WHAT YOU NEED TO DO ▸ Your answer should be the lines from the one containing "is no example" through the final line below, copied exactly.

ENTRIES SHOWN ▸
+===+

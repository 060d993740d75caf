package coilwright.web.api;

/**
 * One example design in the list.
 *
 * @param slug  its stable name, the file name without {@code .json}
 * @param title a short name
 * @param notes what it is
 * @param href  where the whole design document is
 */
public record ExampleSummary(String slug, String title, String notes, String href) {
}
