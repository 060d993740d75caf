package coilwright.web.api;

import coilwright.service.DesignDocument;
import coilwright.service.ExampleFiles;
import coilwright.web.NotFoundException;
import coilwright.web.RecordBinder;
import java.util.Collections;
import java.util.List;
import java.util.Map;
import java.util.TreeMap;

/**
 * The invented example designs, {@code examples/<slug>.json} on the classpath (a directory in development, a jar
 * folder when packaged), read and validated once at start-up. A broken example stops the start-up: it is a build
 * fault, not a user's.
 */
public final class ExampleLibrary {
    private final Map<String, DesignDocument> bySlug;

    ExampleLibrary(Map<String, DesignDocument> bySlug) {
        this.bySlug = Collections.unmodifiableMap(new TreeMap<>(bySlug));
    }

    /** Reads every {@code examples/*.json} on the classpath with the API's binder (same validation as a request). */
    public static ExampleLibrary fromClasspath(RecordBinder binder) {
        return fromClassLoader(ExampleLibrary.class.getClassLoader(), binder);
    }

    /** As {@link #fromClasspath} from a given class loader's {@code examples/} folder (a directory or in a jar). */
    static ExampleLibrary fromClassLoader(ClassLoader loader, RecordBinder binder) {
        Map<String, DesignDocument> docs = new TreeMap<>();
        ExampleFiles.read(loader).forEach((slug, json) -> docs.put(slug, bind(binder, slug + ".json", json)));
        return new ExampleLibrary(docs);
    }

    private static DesignDocument bind(RecordBinder binder, String name, String json) {
        try {
            return binder.bind(json, DesignDocument.class);
        } catch (RuntimeException e) {
            throw new IllegalStateException("example " + name + " is not a valid design: " + e.getMessage(), e);
        }
    }

    /** The example slugs, sorted. */
    public List<String> slugs() {
        return List.copyOf(bySlug.keySet());
    }

    /**
     * @throws NotFoundException when no example has that slug
     */
    public DesignDocument get(String slug) {
        DesignDocument doc = bySlug.get(slug);
        if (doc == null) {
            throw new NotFoundException("There is no example named '" + slug + "'. The examples are: "
                    + String.join(", ", bySlug.keySet()) + ".");
        }
        return doc;
    }

    /** One summary per example, sorted by slug. */
    public List<ExampleSummary> summaries() {
        return bySlug.entrySet().stream()
                .map(e -> new ExampleSummary(e.getKey(), e.getValue().title(), e.getValue().notes(),
                        ApiV1.PREFIX + "/examples/" + e.getKey()))
                .toList();
    }
}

+===+

SOLUTION TO THE PROBLEM ▸
            throw new NotFoundException("There is no example named '" + slug + "'. The examples are: "
                    + String.join(", ", bySlug.keySet()) + ".");
        }
        return doc;
    }

    /** One summary per example, sorted by slug. */
    public List<ExampleSummary> summaries() {
        return bySlug.entrySet().stream()
                .map(e -> new ExampleSummary(e.getKey(), e.getValue().title(), e.getValue().notes(),
                        ApiV1.PREFIX + "/examples/" + e.getKey()))
                .toList();
    }
}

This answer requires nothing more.